Lebih lanjut ia juga menyampaikan bahwa pada pelaksanaan SBMPTN tahun ini tingkat kesadaran calon mahasiswa cukup tinggi hal ini bisa dilihat tidak banyak yang datang terlambat di lokasi ujian.

Uang Kuliah Tunggal

Menyinggung soal Uang Kuliah Tunggal  Untuk calon mahasiswa yang tidak mampu yang lolos dari SBMPTN ini sudah disediakan jalur bidikmisi. Sedangkan sebagian lagi nanti akan dimasukan pada tarif UKT untuk kelompok 1 dan 2 . UKT tidak mahal, karena penyusunannya tidak sembarangan. UKT adalah sejumlah biaya yang akan digunakan untuk menghasilkan seorang sarjana. Penghitunganya sesuai kisaran jumlah yang dibutuhkan dan dibagi sesuai jumlah semesternya. Dibagi 6 semester untuk D3, dan 8 semester untuk S1. Dengan telah membayar UKT, mahasiswa tidak perlu lagi membayar KKN, KKL, laboratorium, serta asuransi mahasiswa” tutur Prof. Sudharto.

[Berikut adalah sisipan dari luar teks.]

"""Independent references shared by the background-choice and spurious-signal tests: an
extended binned Poisson NLL of a Bernstein polynomial plus a Gaussian written here with
scipy (Bernstein 1912 basis, Gauss-Legendre per bin), and the nesting property of the
order test (a higher order contains the lower one, so its minimum cannot be higher)."""

from __future__ import annotations

import itertools
from typing import Any

import numpy as np
from scipy import stats
from scipy.special import comb


def bernstein_gaussian_nll(n: np.ndarray, edges: np.ndarray, degree: int, mass: float,
                           sigma: float) -> tuple[Any, list[str]]:
    """``(nll, names)``: the NLL of counts ``n`` in ``edges`` for sum_k beta_k C(d,k) x^k
    (1-x)^(d-k) (beta_0 = 1, x the mass scaled to the window; 8-point Gauss-Legendre per
    bin, normalised on the window) times ``nb`` plus ``s`` times a Gaussian of fixed mass
    and width normalised on the window; parameters ``s, nb, beta1..beta_d``."""
    lo, hi = edges[0], edges[-1]
    xg, wg = np.polynomial.legendre.leggauss(8)
    a, b = edges[:-1], edges[1:]
    pts = (0.5 * (a + b)[:, None] + 0.5 * (b - a)[:, None] * xg[None, :] - lo) / (hi - lo)
    k = np.arange(degree + 1)
    basis = comb(degree, k)[None, None, :] * pts[..., None] ** k * (
        1 - pts[..., None]) ** (degree - k)
    per_bin = np.einsum("bgk,g->bk", basis, wg) * 0.5 * (b - a)[:, None]   # (bins, k)
    z = stats.norm.cdf(edges, mass, sigma)
    g_frac = np.diff(z) / (z[-1] - z[0])

    def nll(s, nb, *beta):
        shape = per_bin @ np.concatenate([[1.0], beta])
        mu = np.maximum(nb * shape / shape.sum() + s * g_frac, 1e-12)
        return float(np.sum(mu - n * np.log(mu)))

    return nll, ["s", "nb"] + [f"beta{j}" for j in range(1, degree + 1)]


def assert_orders_nested(choice: Any, tol: float) -> None:
    """Within each family of ``choice.candidates`` a higher order's NLL is at most ``tol``
    above the next lower order's (the lower is a special case of the higher)."""
    by_family: dict[str, list] = {}
    for cand in choice.candidates:
        by_family.setdefault(cand.family, []).append(cand)
    for cands in by_family.values():
        cands.sort(key=lambda c: c.order)
        for low, high in itertools.pairwise(cands):
            assert high.nll <= low.nll + tol, (low.label, low.nll, high.label, high.nll)
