# Parameter points, several per registered shape, inside the bounds: a central one, narrow
# and wide peaks, peaks near a window edge, Crystal Ball tails with small and large alpha and
# n near its lower bound (1.01), background parameters where a code path changes (exppoly
# order 1 near b1 = 0 uses a series, powerlaw k = 1 a limit, dijet sqrt_s just above the
# window graded panels).
POINTS = [
    ("gaussian", {}, [91.0, 2.5]),
    ("gaussian", {}, [61.0, 1.0]),
    ("gaussian", {}, [90.0, 0.05]),
    ("gaussian", {}, [95.0, 25.0]),
    ("crystalball", {}, [91.0, 2.0, 1.2, 3.0, 2.0, 6.0]),
    ("crystalball", {}, [91.0, 2.0, 0.1, 1.02, 0.3, 1.05]),
    ("crystalball", {}, [91.0, 2.0, 5.0, 50.0, 8.0, 150.0]),
    ("crystalball", {}, [70.0, 0.5, 0.6, 1.5, 3.0, 10.0]),
    ("crystalball", {}, [91.0, 0.05, 1.2, 3.0, 2.0, 6.0]),
    ("breitwigner", {}, [91.19, 2.5]),
    ("breitwigner", {}, [91.0, 0.05]),
    ("breitwigner", {}, [100.0, 15.0]),
    ("breitwigner", {}, [62.0, 3.0]),
    ("voigt", {}, [91.19, 1.5, 2.5]),
    ("voigt", {}, [91.0, 0.3, 3.0]),
    ("voigt", {}, [91.0, 2.0, 0.05]),
    ("voigt", {}, [110.0, 1.0, 1.0]),
    ("voigt", {}, [91.0, 0.03, 0.02]),
    ("exponential", {}, [0.7]),
    ("exponential", {}, [-8.0]),
    ("exponential", {}, [5e-4]),
    ("exponential", {}, [0.0]),
    ("exppoly", {"order": 1}, [-1.3]),
    ("exppoly", {"order": 2}, [-1.0, 0.4]),
    ("exppoly", {"order": 3}, [-1.0, 0.3, -0.2]),
    ("exppoly", {"order": 3}, [2.0, -3.0, 1.5]),
    ("bernstein", {"degree": 3}, [0.5, 1.2, 0.3]),
    ("bernstein", {"degree": 6}, [1.0, 0.2, 0.9, 0.0, 1.4, 0.5]),
    ("bernstein", {"degree": 1}, [-2.0]),
    ("powerlaw", {}, [3.5]),
    ("powerlaw", {}, [1.0]),
    ("powerlaw", {}, [-2.0]),
    ("powerlaw", {}, [25.0]),
    ("powersum", {"terms": 1}, [4.0]),
    ("powersum", {"terms": 2}, [3.0, 7.0, 0.5]),
    ("powersum", {"terms": 3}, [2.0, 5.0, 0.8, 9.0, -0.4]),
    ("dijet", {"npar": 4}, [5.0, 4.0, 0.3]),
    ("dijet", {"npar": 2}, [8.0]),
    ("dijet", {"npar": 3, "sqrt_s": 500.0}, [6.0, 3.0]),
    ("dijet", {"npar": 4, "sqrt_s": 13000.0}, [12.0, 5.0, 0.1]),
    ("dijet", {"npar": 4, "sqrt_s": 120.2}, [-5.0, 4.0, 0.3]),
    ("turnon", {}, [70.0, 3.0, 0.05]),
    ("turnon", {}, [100.0, 1.5, 0.5]),
    ("turnon", {}, [31.0, 0.08, 1.6]),
    ("turnon", {}, [80.0, 0.1, 0.05]),
    ("turnon", {}, [80.0, 0.07, 0.05]),
    ("turnon", {}, [115.0, 1.0, 1.66]),
]


def _id(v):
    return str(v)


def _of(name):
    return [pt for pt in POINTS if pt[0] == name]


def _scale(s, p):
    """Width scale of a signal shape (its smallest sigma / width), None for backgrounds."""
    d = dict(zip(s.parameter_names, p))
    widths = [d[k] for k in ("sigma", "width") if k in d]
    return min(widths) if widths else None


def _junctions(s, p):
    """Masses where the Crystal Ball changes formula (core to tail): m - aL s, m + aH s."""
    if s.name != "crystalball":
        return []
    m, sg, al, _, ah, _ = p
    return [m - al * sg, m + ah * sg]


def _breaks(s, p):
    """Break points for scipy.integrate.quad: the peak and its neighbourhood, the Crystal
    Ball junctions, the turn-on threshold."""
    d = dict(zip(s.parameter_names, p))
    out = list(_junctions(s, p))
    if "mass" in d:
        w = _scale(s, p)
        out += [d["mass"] + k * w for k in (-30, -10, -3, -1, 0, 1, 3, 10, 30)]
    if "threshold" in d:
        out.append(d["threshold"])
    return sorted(out)


def _quad(f, a, b, breaks=()):
    pts = [t for t in breaks if a < t < b]
    return integrate.quad(f, a, b, points=pts or None, limit=800, epsabs=1e-15,
                          epsrel=1e-12)[0]


def test_available_lists_every_shape_with_kind_and_parameters():
    av = shapes.available()
    assert set(av) == {pt[0] for pt in POINTS}  # every shape has parameter points below
    assert av["gaussian"]["kind"] == "signal" and av["gaussian"]["parameters"] == ("mass", "sigma")
    assert av["bernstein"]["kind"] == "background"
    for name, info in av.items():
        s = shapes.get(name)
        assert s.name == name and s.kind == info["kind"]


def test_unknown_name_lists_valid_names():
    with pytest.raises(FitError) as e:
        shapes.get("gausian")
    msg = str(e.value)
    assert "did you mean 'gaussian'" in msg
    for n in shapes.available():
        assert n in msg


def test_bad_options_are_fit_errors():
    with pytest.raises(FitError, match="order must be 1, 2 or 3"):
        shapes.get("exppoly", order=5)
    with pytest.raises(FitError, match="no parameter or option 'slope'"):
        shapes.get("gaussian", slope=1.0)
    with pytest.raises(FitError, match="sqrt_s=100.0 must exceed"):
        shapes.get("dijet", sqrt_s=100.0).pdf(np.array([80.0]), [5.0, 4.0, 0.0], W)


@pytest.mark.parametrize(("name", "opts", "p"), POINTS, ids=_id)
def test_normalised_and_cdf_is_integral_of_pdf(name, opts, p):
    """The pdf integrates to 1 on the window, and the CDF at several points (and in the
    peak) equals the integral of the pdf from the window start, both by
    scipy.integrate.quad (epsrel 1e-12): to 1e-9 absolute.  Bin fractions sum to 1."""
    s = shapes.get(name, **opts)
    br = _breaks(s, p)

    def f(t):
        return float(s.pdf(np.array(t), p, W))

    xs = [61.0, 75.0, 88.0, 91.1, 93.0, 100.0, 119.0] + [t for t in br if W[0] < t < W[1]]
    xs = np.unique(np.round([W[0], *xs, W[1]], 9))
    ref = np.cumsum([0.0] + [_quad(f, a, b, br) for a, b in itertools.pairwise(xs)])
    assert abs(ref[-1] - 1.0) < 1e-9
    np.testing.assert_allclose(s.cdf(xs, p, W), ref, rtol=0, atol=1e-9)
    assert s.cdf(np.array([W[0]]), p, W)[0] == pytest.approx(0.0, abs=1e-15)
    assert s.cdf(np.array([W[1]]), p, W)[0] == pytest.approx(1.0, abs=1e-14)
    fr = s.bin_fractions(np.linspace(*W, 61), p, W)
    assert np.all(fr >= 0) and fr.sum() == pytest.approx(1.0, abs=1e-12)


@pytest.mark.parametrize("p", [pt[2] for pt in _of("gaussian")], ids=_id)
def test_gaussian_against_scipy_norm(p):
    """pdf/cdf truncated to the window equal scipy.stats.norm's (to 1e-12 relative)."""
    s = shapes.get("gaussian")
    x = np.linspace(*W, 301)
    m, sg = p
    z = stats.norm.cdf(W[1], m, sg) - stats.norm.cdf(W[0], m, sg)
    np.testing.assert_allclose(s.pdf(x, [m, sg], W), stats.norm.pdf(x, m, sg) / z, rtol=1e-12,
                               atol=1e-300)
    np.testing.assert_allclose(s.cdf(x, [m, sg], W),
                               (stats.norm.cdf(x, m, sg) - stats.norm.cdf(W[0], m, sg)) / z,
                               rtol=1e-12, atol=1e-15)
    assert s.fwhm([m, sg]) == pytest.approx(2 * math.sqrt(2 * math.log(2)) * sg, rel=1e-14)


@pytest.mark.parametrize(("m", "sg", "a", "n"), [(91.0, 2.0, 1.3, 2.7), (91.0, 2.0, 0.1, 1.02),
                                                 (91.0, 2.0, 5.0, 50.0), (80.0, 0.5, 0.6, 1.5)])
def test_crystalball_one_sided_limit_matches_scipy(m, sg, a, n):
    """With the high-side tail pushed beyond the window, ours is
    scipy.stats.crystalball(beta=alpha_low, m=n_low, loc=mass, scale=sigma) truncated to
    the window: pdf to 1e-10, cdf to 1e-9 relative (small and large alpha, n near its
    lower bound 1.01)."""
    s = shapes.get("crystalball")
    w = (60.0, m + 9.5 * sg)  # the core reaches 10 sigma, beyond the window's end
    p = [m, sg, a, n, 10.0, 5.0]
    ref = stats.crystalball(beta=a, m=n, loc=m, scale=sg)
    z = ref.cdf(w[1]) - ref.cdf(w[0])
    x = np.linspace(*w, 401)
    np.testing.assert_allclose(s.pdf(x, p, w), ref.pdf(x) / z, rtol=1e-10)
    np.testing.assert_allclose(s.cdf(x, p, w), (ref.cdf(x) - ref.cdf(w[0])) / z,
                               rtol=1e-9, atol=1e-14)


def test_crystalball_is_mirror_symmetric():
    """Swapping the tails and reflecting x about the mass gives the same density
    (follows from the definition, Gaiser 1982)."""
    s = shapes.get("crystalball")
    w = (71.0, 111.0)  # symmetric about 91
    x = np.linspace(72, 110, 77)
    a = s.pdf(x, [91.0, 2.0, 1.1, 3.0, 2.2, 7.0], w)
    b = s.pdf(182.0 - x, [91.0, 2.0, 2.2, 7.0, 1.1, 3.0], w)
    np.testing.assert_allclose(a, b, rtol=1e-12)


def test_crystalball_fwhm_is_gaussian_when_tails_start_beyond_half_maximum():
    """Tails starting beyond z = sqrt(2 ln 2) leave the Gaussian FWHM (common practice)."""
    s = shapes.get("crystalball")
    assert s.fwhm([91.0, 2.0, 1.5, 3.0, 2.0, 5.0]) == pytest.approx(
        2 * math.sqrt(2 * math.log(2)) * 2.0, rel=1e-9)


@pytest.mark.parametrize("p", [pt[2] for pt in _of("voigt")], ids=_id)
def test_voigt_against_scipy_voigt_profile(p):
    """pdf = scipy.special.voigt_profile(x - m, sigma, width/2) / (its integral on the
    window by scipy.integrate.quad), to 1e-8 relative."""
    s = shapes.get("voigt")
    m, sg, g = p
    z = _quad(lambda t: special.voigt_profile(t - m, sg, g / 2), *W, _breaks(s, p))
    x = np.linspace(*W, 201)
    np.testing.assert_allclose(s.pdf(x, p, W), special.voigt_profile(x - m, sg, g / 2) / z,
                               rtol=1e-8)


def test_voigt_fwhm_against_olivero_longbothum():
    """Numerical FWHM vs the published approximation of Olivero and Longbothum, J. Quant.
    Spectrosc. Radiat. Transfer 17 (1977) 233: f_V ~ 0.5346 f_L + sqrt(0.2166 f_L^2 + f_G^2),
    f_L = Gamma (Lorentzian FWHM), f_G = 2 sqrt(2 ln 2) sigma; about 0.02 % accurate (from
    memory, so tolerance 0.1 %).  Also the half-maximum points of
    scipy.special.voigt_profile found by root finding (1e-6), and the Gaussian / Lorentzian
    limits."""
    from scipy.optimize import brentq

    s = shapes.get("voigt")
    for sg, g in [(1.5, 2.5), (0.5, 3.0), (2.0, 0.5), (1.0, 1.0)]:
        f_l = g
        f_g = 2.0 * math.sqrt(2.0 * math.log(2.0)) * sg
        olivero = 0.5346 * f_l + math.sqrt(0.2166 * f_l**2 + f_g**2)
        got = s.fwhm([91.0, sg, g])
        assert got == pytest.approx(olivero, rel=1e-3), (sg, g, got, olivero)
        half = 0.5 * special.voigt_profile(0.0, sg, g / 2)
        hwhm = brentq(lambda t, sg=sg, g=g, half=half: special.voigt_profile(t, sg, g / 2) - half,
                      0.0, 10 * olivero, xtol=1e-14, rtol=1e-14)
        assert got == pytest.approx(2 * hwhm, rel=1e-6)
    assert s.fwhm([91.0, 1.0, 1e-7]) == pytest.approx(2 * math.sqrt(2 * math.log(2)), rel=1e-5)
    assert s.fwhm([91.0, 1e-7, 2.0]) == pytest.approx(2.0, rel=1e-5)


@pytest.mark.parametrize("p", [pt[2] for pt in _of("breitwigner")], ids=_id)
def test_breitwigner_against_pdg_formula(p):
    """Relativistic Breit-Wigner, PDG Review "Resonances": density proportional to
    1/((m^2 - M^2)^2 + M^2 Gamma^2); normalised by scipy.integrate.quad: pdf to 1e-10
    relative.  FWHM from solving for half maximum (numerical root) equals the closed form."""
    from scipy.optimize import brentq

    s = shapes.get("breitwigner")
    mm, g = p

    def f(m):
        return 1.0 / ((m * m - mm * mm) ** 2 + (mm * g) ** 2)

    z = _quad(f, *W, _breaks(s, p))
    x = np.linspace(*W, 201)
    np.testing.assert_allclose(s.pdf(x, p, W), f(x) / z, rtol=1e-10)
    half = 0.5 * f(mm)
    lo = brentq(lambda m: f(m) - half, mm - 5 * g, mm, xtol=1e-14)
    hi = brentq(lambda m: f(m) - half, mm, mm + 5 * g, xtol=1e-14)
    assert s.fwhm(p) == pytest.approx(hi - lo, rel=1e-10)
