"""Upper limits with the signal-shape nuisances and the background envelope profiled.

Checks:
* every shape size 0 with one function gives the plain asymptotic limits exactly (the
  issue's requirement: with every size 0 every number equals today's);
* with a mass-scale, a resolution and a normalisation uncertainty, and with an envelope of
  two functions, the observed and the median expected CLs limits against an independent
  computation written here: iminuit profiles of a likelihood written from scratch (bin
  integrals from ``scipy.stats.norm.cdf`` and closed-form exponential / power-law integrals;
  Gaussian constraints 1/2 ((k-1)/delta)^2 and a log-normal normalisation exp(delta t) with
  1/2 t^2, common practice), the test statistic q~mu and the asymptotic CLs of Cowan,
  Cranmer, Gross, Vitells, EPJC 71 (2011) 1554, eqs. 16, 65-66, the envelope
  min_c [NLL_c + a N_c / 2] of Dauncey, Kenzie, Wardle, Davies, JINST 10 (2015) P04015;
  tolerance 0.1% relative (the module interpolates each profile on a grid; measured
  agreement 2e-4);
* systematics only widen the expected limits of one function (a profile over more
  parameters cannot raise the NLL's curvature; common practice).
"""

from __future__ import annotations

import math

import numpy as np
import pytest
from iminuit import Minuit
from scipy import optimize
from scipy import stats as st

from peaksift.likelihood import SignalNuisances
from peaksift.resolution import resolution_from
from peaksift.stats import upper_limits
from peaksift.stats.background_choice import candidate_shapes
from peaksift.stats.limits_systematics import systematic_limits

WINDOW = (100.0, 200.0)
EDGES = np.linspace(*WINDOW, 101)
SIGMA = 2.0
LUMI, EFF, D_LUMI, D_EFF = 10.0, 0.5, 0.02, 0.05
NORM = {"luminosity": LUMI, "efficiency": EFF, "luminosity_uncertainty": D_LUMI,
            "efficiency_uncertainty": D_EFF}


def _data() -> tuple[np.ndarray, np.ndarray]:
    rng = np.random.default_rng(1)
    x = np.concatenate([100 + rng.exponential(40, 20000), rng.normal(150, 2.0, 40)])
    x = x[(x > WINDOW[0]) & (x < WINDOW[1])]
    return x, np.ones_like(x)


# ------------------------------------------------------------ the independent reference
def _exponential(slope: float) -> np.ndarray:
    lo, hi = WINDOW
    c, h = 0.5 * (lo + hi), 0.5 * (hi - lo)
    if abs(slope) < 1e-9:
        return np.diff(EDGES) / (hi - lo)
    prim = np.exp(slope * (EDGES - c) / h)
    return np.diff(prim) / (prim[-1] - prim[0])


def _power(k: float) -> np.ndarray:
    prim = EDGES ** (1.0 - k) / (1.0 - k)
    return np.diff(prim) / (prim[-1] - prim[0])


FUNCS = {"exponential": (_exponential, -1.0), "power": (_power, 3.0)}


class _Reference:
    """CLs limits of one mass from iminuit profiles of the likelihood written here."""

    def __init__(self, n: np.ndarray, mass: float, d_scale: float, d_res: float,
                 funcs: dict[str, int]) -> None:
        self.n, self.mass, self.ds, self.dr = n, mass, d_scale, d_res
        self.funcs = funcs  # name -> free parameters (for the penalty, a = 1)
        self.delta = math.hypot(math.log1p(D_LUMI), math.log1p(D_EFF))
        self.conv = LUMI * EFF

    def _sig(self, km: float, kr: float) -> np.ndarray:
        cdf = st.norm.cdf(EDGES, self.mass * km, SIGMA * kr)  # not frozen: 5 ms a call
        return np.diff(cdf) / (cdf[-1] - cdf[0])

    def _nll(self, counts, func, s, b, p, km, kr, t):
        nu = s * self._sig(km, kr) + b * FUNCS[func][0](p)
        if np.any(nu <= 0) or not np.all(np.isfinite(nu)):
            return 1e30
        return float(np.sum(nu - counts * np.log(nu)) + 0.5 * ((km - 1) / self.ds) ** 2
                     + 0.5 * ((kr - 1) / self.dr) ** 2 + 0.5 * t * t)

    def _fit(self, counts, func, mu: float | None, background_only: bool = False) -> float:
        """min NLL at fixed mu (or mu free: ``None``; or s = 0)."""
        delta, conv = self.delta, self.conv
        best = np.inf
        for p0 in (FUNCS[func][1],):
            if background_only:
                m = Minuit(lambda b, p: self._nll(counts, func, 0.0, b, p, 1.0, 1.0, 0.0),
                           b=counts.sum(), p=p0)
            elif mu is None:  # free yield: t sits at 0 (degenerate with s)
                m = Minuit(lambda s, b, p, km, kr: self._nll(counts, func, s, b, p, km, kr,
                                                             0.0),
                           s=10.0, b=counts.sum(), p=p0, km=1.0, kr=1.0)
                m.limits["kr"] = (0.2, 3.0)
            else:
                m = Minuit(lambda b, p, km, kr, t: self._nll(
                    counts, func, mu * conv * math.exp(delta * t), b, p, km, kr, t),
                    b=counts.sum(), p=p0, km=1.0, kr=1.0, t=0.0)
                m.limits["kr"] = (0.2, 3.0)
            m.errordef = Minuit.LIKELIHOOD
            m.migrad()
            best = min(best, m.fval)
        return best

    def env(self, counts, mu, background_only=False) -> float:
        return min(self._fit(counts, f, mu, background_only) + 0.5 * k
                   for f, k in self.funcs.items())

    def asimov(self) -> np.ndarray:
        """Background-only expectation of the function the envelope takes without signal."""
        best, out = np.inf, None
        for f, k in self.funcs.items():
            m = Minuit(self._background_nll(f), b=self.n.sum(), p=FUNCS[f][1])
            m.errordef = Minuit.LIKELIHOOD
            m.migrad()
            if m.fval + 0.5 * k < best:
                best = m.fval + 0.5 * k
                out = m.values["b"] * FUNCS[f][0](m.values["p"])
        return out

    def _background_nll(self, f):
        return lambda b, p: self._nll(self.n, f, 0.0, b, p, 1.0, 1.0, 0.0)

    def _free_nll(self, f):
        return lambda s, b, p, km, kr: self._nll(self.n, f, s, b, p, km, kr, 0.0)

    def limits(self, cl: float = 0.95, bracket: tuple[float, float] = (0.5, 200.0)
               ) -> tuple[float, float]:
        alpha = 1 - cl
        a = self.asimov()
        a0 = self.env(a, None, background_only=True)
        # unconditional fit of the data: mu_hat from the envelope's best function
        fits = {}
        for f, k in self.funcs.items():
            m = Minuit(self._free_nll(f), s=10.0, b=self.n.sum(), p=FUNCS[f][1], km=1.0,
                       kr=1.0)
            m.limits["kr"] = (0.2, 3.0)
            m.errordef = Minuit.LIKELIHOOD
            m.migrad()
            fits[f] = (m.fval + 0.5 * k, m.values["s"] / self.conv)
        ref, mu_hat = min(fits.values())
        if mu_hat < 0:
            ref = self.env(self.n, 0.0)

        def qa(mu):
            return max(2 * (self.env(a, mu) - a0), 1e-12)

        def cls(mu):  # CCGV eqs. 65-66 with a^2 = q_mu,A
            q = 0.0 if mu_hat > mu else max(2 * (self.env(self.n, mu) - ref), 0.0)
            q_a = qa(mu)
            if q <= q_a:
                clsb, clb = st.norm.sf(math.sqrt(q)), st.norm.cdf(math.sqrt(q_a) - math.sqrt(q))
            else:
                r = 2 * math.sqrt(q_a)
                clsb, clb = st.norm.sf((q + q_a) / r), st.norm.sf((q - q_a) / r)
            return clsb / clb - alpha

        z = st.norm.ppf(1 - alpha / 2)  # the median expected limit: q_mu,A = z^2 (CLs, N=0)
        expected = optimize.brentq(lambda mu: qa(mu) - z * z, *bracket, xtol=1e-4)
        observed = optimize.brentq(cls, *bracket, xtol=1e-4)
        return observed, expected


# ------------------------------------------------------------------------------- tests
def test_every_size_zero_gives_the_plain_limits_exactly():
    """The issue: with every size 0 every number equals today's (upper_limits)."""
    data = _data()
    masses = np.linspace(120, 180, 5)
    plain = upper_limits(data, "gaussian", "exponential", masses, absolute_resolution=SIGMA,
                         window=WINDOW, bins=100, method="asymptotic", **NORM)
    syst = systematic_limits(data, "gaussian", {"exponential": "exponential"}, masses,
                             resolution=resolution_from(None, absolute=SIGMA),
                             window=WINDOW, bins=100, nuisances=SignalNuisances(), **NORM)
    assert np.array_equal(np.asarray(syst["observed"]), plain.observed)
    for key, ref in (("expected", plain.expected), ("expected_minus2", plain.expected_minus2),
                     ("expected_plus2", plain.expected_plus2)):
        assert np.array_equal(np.asarray(syst[key]), ref)


@pytest.mark.slow
@pytest.mark.parametrize("mass,funcs", [
    (150.0, {"exppoly1": ("exponential", 2)}),
    (140.0, {"exppoly1": ("exponential", 2), "powersum1": ("power", 3)}),
])
def test_limits_with_shape_nuisances_and_envelope_match_an_independent_profile(mass, funcs):
    """Observed and median expected limits vs iminuit profiles written here (CCGV eqs. 16,
    65-66; Dauncey et al. 2015 for the envelope); 0.1% relative."""
    x, w = _data()
    nuis = SignalNuisances.make({"mass_scale": 0.01, "mass_resolution": 0.2})
    shapes = candidate_shapes(list(funcs))
    res = systematic_limits((x, w), "gaussian", shapes, np.array([mass]),
                            resolution=resolution_from(None, absolute=SIGMA), window=WINDOW,
                            bins=100, nuisances=nuis,
                            n_parameters={k: v[1] for k, v in funcs.items()}, **NORM)
    n = np.histogram(x, EDGES)[0].astype(float)
    ref = _Reference(n, mass, 0.01, 0.2, {v[0]: v[1] for v in funcs.values()})
    observed, expected = ref.limits()
    assert res["observed"][0] == pytest.approx(observed, rel=1e-3)
    assert res["expected"][0] == pytest.approx(expected, rel=1e-3)


def test_shape_nuisances_widen_the_expected_limits():
    """Profiling more parameters can only flatten the Asimov profile (common practice)."""
    data = _data()
    masses = np.linspace(120, 180, 4)
    kw = dict(resolution=resolution_from(None, absolute=SIGMA), window=WINDOW, bins=100,
              **NORM)
    bkg = {"exponential": "exponential"}
    without = systematic_limits(data, "gaussian", bkg, masses, **kw)
    with_ = systematic_limits(data, "gaussian", bkg, masses, nuisances=SignalNuisances.make(
        {"mass_scale": 0.01, "mass_resolution": 0.2}), **kw)
    assert np.all(np.asarray(with_["expected"]) >= np.asarray(without["expected"]) * 0.999)
    assert np.all(np.asarray(with_["expected_plus2"])
                  >= np.asarray(without["expected_plus2"]) * 0.999)


def test_blinded_limits_with_systematics_give_expected_only_inside():
    """While blinded: no observed limit inside the blinded range (the data there are not
    seen), the expected bands everywhere and ordered (Cowan et al. 2011, sec. 4.3: median
    inside its +-2 sigma band), observed limits outside."""
    x, w = _data()
    masses = np.array([120.0, 150.0, 180.0])
    nuis = SignalNuisances.make({"mass_scale": 0.01, "mass_resolution": 0.2})
    res = systematic_limits((x, w), "gaussian", {"exppoly1": candidate_shapes(["exppoly1"])[
        "exppoly1"]}, masses, resolution=resolution_from(None, absolute=SIGMA), window=WINDOW,
        bins=100, nuisances=nuis, blind=(145.0, 155.0), **NORM)
    assert res["observed"][1] is None and res["blinded"] == [False, True, False]
    for i in range(3):
        assert 0 < res["expected_minus2"][i] < res["expected"][i] < res["expected_plus2"][i]
    assert res["observed"][0] > 0 and res["observed"][2] > 0


@pytest.mark.parametrize("n", [4, 5, 17, 30])
def test_profile_spline_is_the_not_a_knot_cubic_spline(n):
    """The curves' spline (written out, without scipy.interpolate) against
    ``scipy.interpolate.CubicSpline`` (not-a-knot ends, its default): coefficients and
    values between the knots to 1e-12 relative, on even and uneven knots."""
    from scipy.interpolate import CubicSpline

    from peaksift.stats.limits_systematics import _spline_coefficients

    rng = np.random.default_rng(n)
    for x in (np.linspace(0.0, 1.0, n), np.cumsum(rng.uniform(0.5, 1.5, n))):
        y = rng.normal(size=(n, 3)) + 40.0 * (x[:, None] - x.mean()) ** 2
        ref = CubicSpline(x, y)
        c = _spline_coefficients(x, y)
        assert c.shape == ref.c.shape
        np.testing.assert_allclose(c, ref.c, rtol=1e-12, atol=1e-12 * np.abs(ref.c).max())
        t = np.linspace(x[0], x[-1], 97)
        i = np.clip(np.searchsorted(x, t) - 1, 0, n - 2)
        d = (t - x[i])[:, None]
        k = np.arange(3)[None, :]
        mine = ((c[0][i[:, None], k] * d + c[1][i[:, None], k]) * d
                + c[2][i[:, None], k]) * d + c[3][i[:, None], k]
        np.testing.assert_allclose(mine, ref(t), rtol=1e-12, atol=1e-12 * np.abs(y).max())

Bagi mahasiswa tidak mampu yang masuk ke kelompok 3 dan 4 dapat mengajukan banding yang sudah dibuka sejak Kamis (13/6) dan ditutup pada hari Kamis (20/6). Diharapkan mahasiswa yang mampu tidak mengajukan banding UKT, karena diberlakukannya UKT ini adalah untuk subsidi silang bagi mahasiswa tidak mampu. Proses banding ini akan disetujui melalui setalah dilakukan tahap verifikasi ke tempat tinggal calon mahasiswa khususnya untuk Semarang, Ungaran, Kendal dan Demak akan didatangi langsung ke rumahnya, sedangkan untuk daerah lain akan ditelpon ke rumah dan tetangganya”. lanjut Prof. Sudharto.

Lebih lanjut dijelaskan bahwa UKT ini menjamin tidak akan adanya pungutan biaya belajar selain dari sejumlah biaya yang ditetapkan melalui UKT. UKT ini memberikan kesempatan lebih banyak untuk mensubsidi mahasiswa yang tidak mampu dan dijamin tidak akan memberatkan mahasiswa.